Moreover, in a flight at low altitude along a flight path consisting of a succession of rectilinear segments with constant pitch-down or pull-up gradients, in particular when the flight is performed by following a flight director system, the pilot needs to anticipate the various changes of gradient, in order to follow the flight path as effectively as possible, and therefore to keep a sufficient safety margin relative to the ground. In such a situation, there is also an interest in being able to provide the pilot with appropriate information, enabling him to follow the path as effectively as possible.
The present invention relates to a method for assisting in the piloting of an aircraft in a flight along a flight path comprising a plurality of successive rectilinear segments, which makes it possible to provide the pilot of the aircraft with the information needed to pilot said aircraft in said flight.

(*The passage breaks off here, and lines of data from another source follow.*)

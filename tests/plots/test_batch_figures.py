"""Batch figures: each draws the right data, and the CSV beside it is what is drawn.

Tables are built by hand (the columns of wells.csv, dose_response.csv and recordings.csv of
docs/batch.md); the gallery reads trace.csv files written here into recordings/<id>/.
External check: the four-parameter logistic and its midpoint identity y(ec50) = (bottom +
top) / 2 (CHECKS.md: Hill 1910; DeLean, Munson & Rodbard 1978, Am J Physiol 235:E97).
"""

import json

import matplotlib.pyplot as plt
import numpy as np
import pandas as pd
import pytest
from matplotlib.patches import Rectangle

from beatlab.errors import InputError
from beatlab.plots.batch import read_batch_table, save_batch_figures
from beatlab.plots.dose import FIT_NOTES, plot_dose_response, tabulate_dose_response
from beatlab.plots.gallery import (
    choose_representatives,
    plot_gallery,
    tabulate_gallery,
)
from beatlab.plots.groups import (
    MIN_BOX_WELLS,
    concentration_unit,
    group_colours,
    label_groups,
    metric_label,
    metric_unit,
    plot_metric_by_group,
    tabulate_metric_by_group,
)
from beatlab.plots.plate import (
    plate_geometry,
    plot_plate,
    tabulate_plate,
)
from beatlab.plots.style import GREY

FIT = {"compound": "cmpdX", "metric": "beat_rate_bpm_norm", "unit": "nM", "ec50": 3.0,
       "ec50_low": 1.5, "ec50_high": 6.0, "hill": 1.2, "bottom": 0.0, "top": 50.0, "r2": 0.9,
       "n": 13, "n_concentrations": 4, "fit": "ok", "direction": "increase"}  # fmt: skip


@pytest.fixture(autouse=True)
def _close_figures():
    yield
    plt.close("all")


def _wells() -> pd.DataFrame:
    """Plate P1: 4 vehicle wells, cmpdX at 4 concentrations x 2, one failed, one excluded;
    plate P2: one vehicle well (not on cmpdX's plate). Rows deliberately out of order."""
    rows = [
        # plate, well, role, compound, conc, status, rate, norm
        ("P1", "D4", "sample", "cmpdX", 100.0, "ok", 88.0, 46.0),
        ("P1", "A1", "vehicle", "DMSO", 0.0, "ok", 60.0, 0.0),
        ("P1", "B1", "vehicle", "DMSO", 0.0, "ok", 62.0, 3.3),
        ("P1", "C1", "vehicle", "DMSO", 0.0, "ok", 58.0, -3.3),
        ("P1", "D1", "vehicle", "DMSO", 0.0, "ok", 61.0, 1.7),
        ("P1", "A2", "sample", "cmpdX", 0.1, "ok", 61.0, 1.0),
        ("P1", "B2", "sample", "cmpdX", 0.1, "ok", 60.5, 0.8),
        ("P1", "A3", "sample", "cmpdX", 1.0, "ok", 66.0, 10.0),
        ("P1", "B3", "sample", "cmpdX", 1.0, "ok", 68.0, 13.3),
        ("P1", "C3", "sample", "cmpdX", 10.0, "ok", 80.0, 33.0),
        ("P1", "D3", "sample", "cmpdX", 10.0, "ok", 82.0, 36.0),
        ("P1", "C4", "sample", "cmpdX", 100.0, "ok", 90.0, 50.0),
        ("P1", "E5", "sample", "cmpdX", 10.0, "error", np.nan, np.nan),
        ("P1", "F6", "sample", "cmpdX", 1.0, "excluded", np.nan, np.nan),
        ("P2", "A1", "vehicle", "DMSO", 0.0, "ok", 59.0, -1.0),
    ]
    columns = ["plate", "well", "role", "compound", "concentration", "status",
               "beat_rate_bpm", "beat_rate_bpm_norm"]  # fmt: skip
    table = pd.DataFrame(rows, columns=columns)
    table["well_id"] = table["plate"] + "_" + table["well"]
    table["unit"] = "nM"
    table["timepoint"] = np.nan
    table["n_fov"] = (table["status"] == "ok").astype(int)
    table["n_fov_failed"] = (table["status"] == "error").astype(int)
    table["n_fov_excluded"] = (table["status"] == "excluded").astype(int)
    table["normalization"] = np.where(table["status"] == "ok", "vehicle", "none")
    table["baseline_timepoint"] = np.nan
    return table


def _fits(**changes) -> pd.DataFrame:
    return pd.DataFrame([FIT | changes])


def _hill_form(x, *, bottom, top, ec50, hill):
    """The 4PL as written in CHECKS.md (DeLean, Munson & Rodbard 1978), x > 0."""
    return bottom + (top - bottom) / (1.0 + (ec50 / np.asarray(x, dtype=float)) ** hill)


# --- labels and groups ---------------------------------------------------------------------


def test_metric_labels_carry_the_unit_of_each_kind_of_column():
    # docs/batch.md, Normalisation: _norm is percent except for the difference metrics
    assert metric_label("beat_rate_bpm") == "beat rate (bpm)"
    assert metric_unit("beat_rate_bpm_norm") == "%"
    assert metric_label("beat_rate_bpm_norm", normalization="vehicle").endswith("(%)")
    assert "vehicle-corrected" in metric_label("duration_90_s_norm",
                                               normalization="baseline-vehicle")  # fmt: skip
    assert metric_unit("irregular_fraction_norm") == "1"
    assert "%" not in metric_label("irregular_fraction_norm")
    assert metric_label("displacement_um_change") == (
        "displacement amplitude, change from baseline (%)"
    )
    assert metric_label("contraction_velocity_um_s") == "contraction velocity (µm/s)"
    assert concentration_unit("uM") == "µM" and concentration_unit("nM") == "nM"


def test_groups_put_the_vehicle_first_then_rising_concentration():
    groups = label_groups(_wells()).drop_duplicates("order").sort_values("order")
    assert groups["group"].tolist() == [
        "vehicle (DMSO)", "cmpdX 0.1 nM", "cmpdX 1 nM", "cmpdX 10 nM", "cmpdX 100 nM"
    ]  # fmt: skip
    assert groups["tick"].tolist() == ["vehicle", "0.1", "1", "10", "100"]
    assert groups["block"].tolist()[1:] == ["cmpdX (nM)"] * 4


def test_groups_of_a_layout_with_conditions_only():
    wells = pd.DataFrame({"condition": ["paced", "control", "paced"],
                          "role": ["sample", "vehicle", "sample"]})  # fmt: skip
    groups = label_groups(wells)
    assert groups["group"].tolist() == ["paced", "vehicle", "paced"]
    assert groups["order"].tolist() == [1, 0, 1]


def test_groups_split_by_timepoint_when_there_are_several():
    wells = _wells().iloc[[1, 5]].copy()
    wells = pd.concat([wells.assign(timepoint="pre"), wells.assign(timepoint="post")])
    labels = label_groups(wells).sort_values("order")["group"].tolist()
    assert labels == ["vehicle (DMSO) · pre", "vehicle (DMSO) · post", "cmpdX 0.1 nM · pre",
                      "cmpdX 0.1 nM · post"]  # fmt: skip


def test_group_colours_are_grey_for_the_vehicle_and_one_per_compound():
    wells = _wells().iloc[[1, 5, 7]].copy()
    wells = pd.concat([wells.assign(timepoint="pre"), wells.assign(timepoint="post"),
                       wells.iloc[[2]].assign(compound="cmpdY", timepoint="post")])  # fmt: skip
    colours = group_colours(label_groups(wells))
    assert colours["vehicle (DMSO) · pre"] == colours["vehicle (DMSO) · post"] == GREY
    assert len({colours[g] for g in colours if g.startswith("cmpdX")}) == 1
    assert colours["cmpdY 1 nM · post"] not in (GREY, colours["cmpdX 1 nM · pre"])


# --- groups figure -------------------------------------------------------------------------


def test_group_points_are_the_ok_well_values_and_the_csv_is_what_is_drawn():
    wells = _wells()
    ax = plot_metric_by_group(wells, metric="beat_rate_bpm_norm")
    table = tabulate_metric_by_group(wells, metric="beat_rate_bpm_norm")
    points = table[table["series"] == "well"]
    ok = wells[wells["status"] == "ok"]
    assert sorted(points["y"]) == sorted(ok["beat_rate_bpm_norm"])
    assert sorted(points["well_id"]) == sorted(ok["well_id"])
    drawn = np.vstack([c.get_offsets() for c in ax.collections if c.get_gid() or ""])
    expected = points[["x", "y"]].to_numpy()
    order = np.lexsort(drawn.T[::-1])
    np.testing.assert_allclose(drawn[order], expected[np.lexsort(expected.T[::-1])])
    # each point sits within its group's slot, the vehicle (order 0) first
    assert (np.abs(points["x"] - points["order"]) <= 0.18 + 1e-12).all()
    vehicle = points[points["order"] == 0]
    assert set(vehicle["well_id"]) == {"P1_A1", "P1_B1", "P1_C1", "P1_D1", "P2_A1"}
    # the same table gives the same jitter
    again = tabulate_metric_by_group(wells.sample(frac=1.0, random_state=3),
                                     metric="beat_rate_bpm_norm")  # fmt: skip
    key = ["well_id", "x", "y"]
    pd.testing.assert_frame_equal(
        again.loc[again["series"] == "well", key].sort_values("well_id").reset_index(drop=True),
        points[key].sort_values("well_id").reset_index(drop=True),
    )


def test_group_summary_is_mean_and_sd_for_few_wells_and_boxes_for_many():
    wells = _wells()
    table = tabulate_metric_by_group(wells, metric="beat_rate_bpm")
    at_10 = table[table["group"] == "cmpdX 10 nM"].set_index("series")["y"]
    assert at_10["mean"] == pytest.approx(81.0)
    assert at_10["mean_plus_sd"] - at_10["mean"] == pytest.approx(np.std([80, 82], ddof=1))
    assert "q1" not in set(table["series"])
    many = pd.concat([wells.assign(well_id=wells["well_id"] + f"_{k}") for k in range(3)])
    boxed = tabulate_metric_by_group(many, metric="beat_rate_bpm")
    assert boxed.groupby("order")["series"].apply(lambda s: (s == "well").sum()).min() >= (
        MIN_BOX_WELLS
    )
    vehicle = boxed[boxed["order"] == 0]
    values = vehicle.loc[vehicle["series"] == "well", "y"].to_numpy()
    stats = vehicle.set_index("series")["y"].drop("well")
    # numpy's linear-interpolation percentiles (reference library)
    np.testing.assert_allclose(
        [stats["q1"], stats["median"], stats["q3"]], np.percentile(values, [25, 50, 75])
    )


def test_group_figure_marks_zero_for_normalised_columns_only():
    def dashed_zero(ax):
        return any(
            line.get_linestyle() == "--" and np.allclose(line.get_ydata(), 0.0)
            for line in ax.get_lines()
        )

    wells = _wells()
    assert dashed_zero(plot_metric_by_group(wells, metric="beat_rate_bpm_norm"))
    raw = plot_metric_by_group(wells, metric="beat_rate_bpm")
    assert not dashed_zero(raw) and raw.get_ylabel() == "beat rate (bpm)"
    ticks = [t.get_text() for t in raw.get_xticklabels()]
    assert ticks[0] == "vehicle\nn=5" and ticks[1] == "0.1\nn=2"
    with pytest.raises(InputError, match="no column 'rate'"):
        plot_metric_by_group(wells, metric="rate")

To this end, according to the invention, said method, whereby there is presented, on a display screen of a head-up display device, superimposed on the environment seen at the front of the aircraft and in conformal projection, a gradient scale and, on this gradient scale, a gradient symbol illustrating the current gradient of the aircraft, is noteworthy in that the following series of successive steps is carried out automatically and repetitively:    a) the respective gradients of a plurality of successive rectilinear segments of said flight path are determined, as is change information that makes it possible to determine changes of gradient (that is, changes of rectilinear segment);    b) from said gradients and from said change information, for each of said rectilinear segments, a characteristic angle is determined which represents the gradient angle by which the corresponding rectilinear segment is seen by the pilot of the aircraft, from the current position of said aircraft, and    c) there are presented, on said display screen of the head-up display device, superimposed on the environment seen at the front of the aircraft and in conformal projection, characteristic signs which respectively depend on said characteristic angles and which are positioned on the gradient scale so as to display differences in gradient relative to said gradient symbol (illustrating the current ground gradient), each duly displayed difference in gradient presenting on the gradient scale a gradient that is equal to the corresponding characteristic angle determined in the step b).